# 8' bendable aristo rail ?



## mickey (Jan 28, 2009)

I am looking to minimize the number of connections/clamps I have to do to avoid future issues. I saw where Aristo offers the 8' bendable rails. I plan on using them only for straight sections. How difficult is it to put on the plastic ties and does anyone know if you come out about the same cost per foot as compared to the 6' straights but the time you get the rails and ties. Trying to decide before I commit to layout. Any input would be appreciated.


----------



## Nicholas Savatgy (Dec 17, 2008)

I use 8ft flex rail for the same reason, less joints less problems. As far as installing ties, very simple Cost is the same as sectional per ft. and if you bought a daul track railbender, then you can bend it to go where ever you like.
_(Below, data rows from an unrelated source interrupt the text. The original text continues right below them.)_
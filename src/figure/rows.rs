//! Constants, energies and reach as rows of label, value and unit, as window, report and clipboard show them.

use super::number;
use crate::estimate::Estimate;
use crate::findings::Findings;
use crate::potential::curve::OuterTail;
use crate::reach::{EndedBy, Interval, LevelReach};
use crate::units::{ANGSTROM_PER_BOHR, NEWTON_PER_METRE_PER_HARTREE_PER_BOHR2, to_angstrom, to_per_cm};
use crate::verdict::percent;

const PER_CM: &str = "cm⁻¹";

/// One row of figures: label, one or two values, unit.
#[derive(Clone, Debug, Default)]
pub struct Row {
    /// Symbol or words.
    pub label: String,
    /// The value, already with its digits.
    pub value: String,
    /// A second value beside it, dimmer; rows of one block agree on having it.
    pub second: Option<String>,
    /// The unit.
    pub unit: &'static str,
    /// What it is: formula, source, where the error comes from.
    pub about: String,
}

impl Row {
    /// A row with one value.
    pub fn new(label: impl Into<String>, value: impl Into<String>, unit: &'static str) -> Self {
        Self { label: label.into(), value: value.into(), unit, ..Self::default() }
    }

    /// With a second value.
    pub fn beside(mut self, second: impl Into<String>) -> Self {
        self.second = Some(second.into());
        self
    }

    /// With words about it.
    pub fn about(mut self, about: impl Into<String>) -> Self {
        self.about = about.into();
        self
    }

    /// The row as one line of text, as copied and as read aloud.
    pub fn text(&self) -> String {
        let mut text = format!("{} {}", self.label, self.value);
        if let Some(second) = &self.second {
            text.push_str(&format!(" ({second})"));
        }
        if !self.unit.is_empty() {
            text.push_str(&format!(" {}", self.unit));
        }
        text
    }
}

/// How the error of an estimate was obtained, in words.
fn error_words(estimate: &Estimate) -> String {
    let Some(source) = estimate.source else { return String::new() };
    use crate::estimate::ErrorSource as Source;
    let words = match source {
        Source::Fit => "least-squares covariance",
        Source::Misfit => "covariance of residuals that are misfit rather than noise",
        Source::Interpolation => "spread between admissible interpolations",
        Source::Noise => "estimated noise of the energies",
        Source::Published => "published uncertainty",
        Source::Bootstrap => "spread over resampled residuals",
        Source::Tail => "spread between admissible continuations beyond the scan",
    };
    format!(" Error: {words}.")
}

fn shown(estimate: Option<Estimate>, decimals: usize) -> String {
    estimate.map_or_else(|| number::NONE.to_owned(), |e| number::estimate(&e, decimals))
}

/// Constants of the curve, from derivatives and, beside them, from levels.
pub fn curve_rows(findings: &Findings) -> Vec<Row> {
    let Some(curve) = &findings.curve else { return Vec::new() };
    let none = || number::NONE.to_owned();
    let r_e = curve.r_e_bohr.scaled(ANGSTROM_PER_BOHR);
    let mut rows = vec![
        Row::new("rₑ", number::estimate(&r_e, 5), "Å")
            .about(format!("Root of V′ of the curve through the points.{}", error_words(&r_e)))
            .beside(""),
    ];
    if let Some(k) = curve.derivatives_hartree[0] {
        let k = k.scaled(NEWTON_PER_METRE_PER_HARTREE_PER_BOHR2);
        rows.push(
            Row::new("k", number::estimate(&k, 2), "N/m")
                .about(format!("V″(rₑ), so that V = ½ k x² near the minimum.{}", error_words(&k)))
                .beside(""),
        );
    }
    let derivatives = findings.constants.from_derivatives.as_ref();
    let levels = findings.constants.from_levels.as_ref();
    let mut push =
        |label: &str, first: Option<Estimate>, second: Option<Estimate>, decimals: usize, about: &str| {
            if first.is_none() && second.is_none() {
                return;
            }
            let words = first.as_ref().map_or_else(String::new, error_words);
            let second = second.map_or_else(none, |e| number::estimate(&e, decimals));
            rows.push(
                Row::new(label, shown(first, decimals), PER_CM)
                    .beside(second)
                    .about(format!("{about}{words}")),
            );
        };
    push(
        "ωₑ",
        derivatives.map(|d| d.omega_e_per_cm),
        levels.map(|l| l.omega_e_per_cm),
        2,
        "√(k/μ)/(2πc) [Dunham 1932]; at the right from a polynomial through the levels in v + ½.",
    );
    push(
        "ωₑxₑ",
        derivatives.and_then(|d| d.omega_e_x_e_per_cm),
        levels.and_then(|l| l.omega_e_x_e_per_cm),
        3,
        "3/2 Bₑ (5/4 a₁² − a₂) [Dunham 1932].",
    );
    push("Bₑ", derivatives.map(|d| d.b_e_per_cm), levels.and_then(|l| l.b_e_per_cm), 4, "h/(8π²cμrₑ²).");
    push(
        "αₑ",
        derivatives.and_then(|d| d.alpha_e_per_cm),
        levels.and_then(|l| l.alpha_e_per_cm),
        4,
        "−(6 Bₑ²/ωₑ)(1 + a₁) [Dunham 1932].",
    );
    if let Some(d) = derivatives {
        let micro = d.centrifugal_d_e_per_cm.scaled(1e6);
        rows.push(
            Row::new("Dₑ (rotation)", number::estimate(&micro, 2), "10⁻⁶ cm⁻¹")
                .beside("")
                .about("Centrifugal constant 4 Bₑ³/ωₑ²."),
        );
    }
    let depth = findings.constants.well_depth_per_cm;
    let about = match (&depth, curve.outer) {
        (Some(_), _) => "V(∞) − Vₑ.",
        (None, OuterTail::HardWall { .. }) => "Not known: the curve ends in a wall before it dissociates.",
        (None, _) => "Not known: the energy of the separated atoms is assumed, not given.",
    };
    rows.push(Row::new("Dₑ (depth)", shown(depth, 1), PER_CM).beside("").about(about));
    if let (
        None,
        OuterTail::Exponential { asymptote_hartree, .. } | OuterTail::InversePower { asymptote_hartree, .. },
    ) = (&depth, curve.outer)
    {
        let assumed = to_per_cm(asymptote_hartree - curve.v_e_hartree.value);
        rows.push(
            Row::new("V(∞), assumed", number::fixed(assumed, 0), PER_CM)
                .beside("")
                .about("Where the tail beyond the last point levels off. Give the energy of the separated atoms on the left, and depth and D₀ follow."),
        );
    }
    rows
}

/// Energies of the numerical levels.
pub fn energy_rows(findings: &Findings) -> Vec<Row> {
    let constants = &findings.constants;
    let mut rows = Vec::new();
    let mut push = |label: &str, value: Option<Estimate>, about: &str| {
        if let Some(value) = value {
            rows.push(Row::new(label, number::estimate(&value, 2), PER_CM).about(about));
        }
    };
    push("zero-point energy", constants.zero_point_energy_per_cm, "E(0) − Vₑ of the numerical ground level.");
    push("fundamental 1 ← 0", constants.fundamental_per_cm, "E(1) − E(0) of the numerical levels, J = 0.");
    let level = |v: usize| findings.levels.iter().find(|l| l.v == v);
    if let (Some(zero), Some(two)) = (level(0), level(2)) {
        // As of the fundamental: the root of the squares is the cautious choice.
        let error = zero.energy_error_per_cm.zip(two.energy_error_per_cm).map(|(a, b)| a.hypot(b));
        let overtone = Estimate {
            value: two.energy_per_cm - zero.energy_per_cm,
            std_error: error,
            source: two.energy_estimate_per_cm().source,
        };
        push("first overtone 2 ← 0", Some(overtone), "E(2) − E(0) of the numerical levels, J = 0.");
    }
    push("dissociation energy D₀", constants.d_0_per_cm, "V(∞) − E(0).");
    if !findings.levels.is_empty() {
        let firm = findings.levels.iter().filter(|l| !l.leans_on_tail).count();
        rows.push(
            Row::new("levels supported by the scan", format!("{firm} of {}", findings.levels.len()), "")
                .about("Levels that would not change if the tails did, of all below the limit."),
        );
    }
    rows
}

/// The reach in short.
pub fn short_reach_rows(findings: &Findings) -> Vec<Row> {
    let Some(reach) = &findings.reach else { return Vec::new() };
    let tolerance = percent(reach.tolerance);
    let mut rows = vec![
        Row::new(format!("energy within {tolerance}"), interval_text(&reach.energy), "Å"),
        Row::new(format!("force within {tolerance}"), interval_text(&reach.force), "Å"),
    ];
    if let Some(levels) = &reach.levels {
        rows.push(Row::new(level_label(levels, findings), level_value(levels), ""));
    }
    if let Some(kelvin) = reach.temperature_kelvin.partition_function {
        rows.push(
            Row::new("partition function within 1 %", temperature_text(kelvin), "K").about(
                "Vibration alone: the highest temperature up to which |ln q(harmonic) − ln q| ≤ 0.01.",
            ),
        );
    }
    if let Some(amplitude) = reach.zero_point_amplitude_bohr {
        rows.push(Row::new("zero-point amplitude", number::fixed(to_angstrom(amplitude), 4), "Å"));
    }
    rows
}

/// Masses, constants and energies as lines of text, one a line, for the clipboard.
pub fn constants_text(findings: &Findings) -> String {
    let mut lines = vec![format!("{}  {}", findings.source.file_name, findings.source.curve_label)];
    if let Some(masses) = &findings.masses {
        let atoms = masses.atoms.as_ref().map_or_else(String::new, |atoms| {
            atoms.iter().map(|a| format!("{}{} ", a.mass_number, a.symbol)).collect()
        });
        lines.push(format!("{atoms}reduced mass\t{}\tu", number::fixed(masses.reduced_mass_u.value, 8)));
    }
    for row in curve_rows(findings).iter().chain(&energy_rows(findings)).chain(&short_reach_rows(findings)) {
        let second = row
            .second
            .as_deref()
            .filter(|s| !s.is_empty())
            .map_or_else(String::new, |s| format!("\t(from levels {s})"));
        lines.push(format!("{}\t{}\t{}{second}", row.label, row.value, row.unit));
    }
    lines.join("\n") + "\n"
}

/// A highest temperature in kelvin.
pub fn temperature_text(kelvin: f64) -> String {
    if kelvin < 0.5 { "not even at 0".to_owned() } else { format!("up to {}", number::fixed(kelvin, 0)) }
}

/// Both ends in angstrom.
pub fn interval_text(interval: &Interval) -> String {
    let end = |x: Option<f64>, ended: EndedBy| match (x, ended) {
        (Some(x), _) => number::signed(to_angstrom(x), 4),
        (None, EndedBy::Barrier) => "barrier".to_owned(),
        (None, _) => "scan end".to_owned(),
    };
    let (minus, plus) = (interval.ended_by_minus, interval.ended_by_plus);
    format!("{} … {}", end(interval.x_minus_bohr, minus), end(interval.x_plus_bohr, plus))
}

/// What the level reach counts, e.g. `levels within 5 % of ωₑ`.
pub fn level_label(reach: &LevelReach, findings: &Findings) -> String {
    let omega = findings.constants.from_derivatives.as_ref().map(|d| d.omega_e_per_cm.value);
    match omega {
        Some(omega) if findings.settings.reach.level_tolerance_per_cm.is_none() && omega > 0.0 => {
            format!("levels within {} of ωₑ", percent(reach.tolerance_per_cm / omega))
        }
        _ => format!("levels within {} cm⁻¹", number::fixed(reach.tolerance_per_cm, 1)),
    }
}

/// The highest v within the tolerance.
pub fn level_value(reach: &LevelReach) -> String {
    reach.highest_v.map_or_else(|| "none".to_owned(), |v| format!("v ≤ {v}"))
}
I think 8ft flex track rules myself.


----------



## wchasr (Jan 2, 2008)

But the cost of said flex track is outrageous! I had been buying before the great escalation of prices a tube of 12 sticks of 8 foot Stainless for about $125 with shipping. That same tube is now almost $400!!!!!! AND that is with NO ties! WOW! OUCH! 

Chas


----------



## mickey (Jan 28, 2009)

Is that brass or SS? Ouch is right.........Hasn't all track gone crazy???


----------



## Nicholas Savatgy (Dec 17, 2008)

Yes all Track prices have gone thru the roof, but still the same price with ties per ft as sectional track. Shop around to find the best price, I use SS only.


----------



## wchasr (Jan 2, 2008)

I'm with you Nick...SS all the way...well mostly anyway. I would buy a tube of rails when I could find them and have been stock piling it but I can no longer afford to. I was buying ties back when folks were selling them loose too. I think I've got 144 feet or 192 feet of that now? I've got a LOT of shorter chuncks but even the rail clamps have gotten expensive. Still that is what I'll invest in. I just cannot do it now. 

Chas


----------



## John J (Dec 29, 2007)

I like the idea of 8 ft sections.  The Flex ties are not hard to put on. I would invest in a dual Rail bender of some kind. If you see a bargin on track even if it is just the raill or the ties are shot. 
Buy the rail then fix it with flex ties. With a dual railbender you can Make any curve you want for your RR. You can even Un Bend ( Change a cureature) of used curve track. i found a bragin in Las Vegas a few years back. It was 6 ft sections of rail only not ties enought to make 125 feet of track. I bought it and put Flexties on it and it is just like new. I bought some 1 ft sections of curve track. I joined them together changed thier curveature and used them in a tunnel.


----------



## Terl (Jan 2, 2008)

Be sure to include the shipping cost to decide whether 8ft rails would be the most economical. I seem to remember from a long time ago that 4.5 foot track turned out cheaper than 5 foot sections because of some cut off dimension with UPS shipping. When I put together my 6 foot pieces of track with plastic ties, I use a file to taper the end of the rail so that it "sleds" through the ties rather than snagging on the edges. Also it helps quit abit to run a candle on the edges and bottom to the rail to lubricate its passage. 

Terl


----------



## aceinspp (Jan 2, 2008)

Yep at one time they said it was cheaper to ship the 4 and 1/2 ft rails but for now its about all the same. Later RJD


----------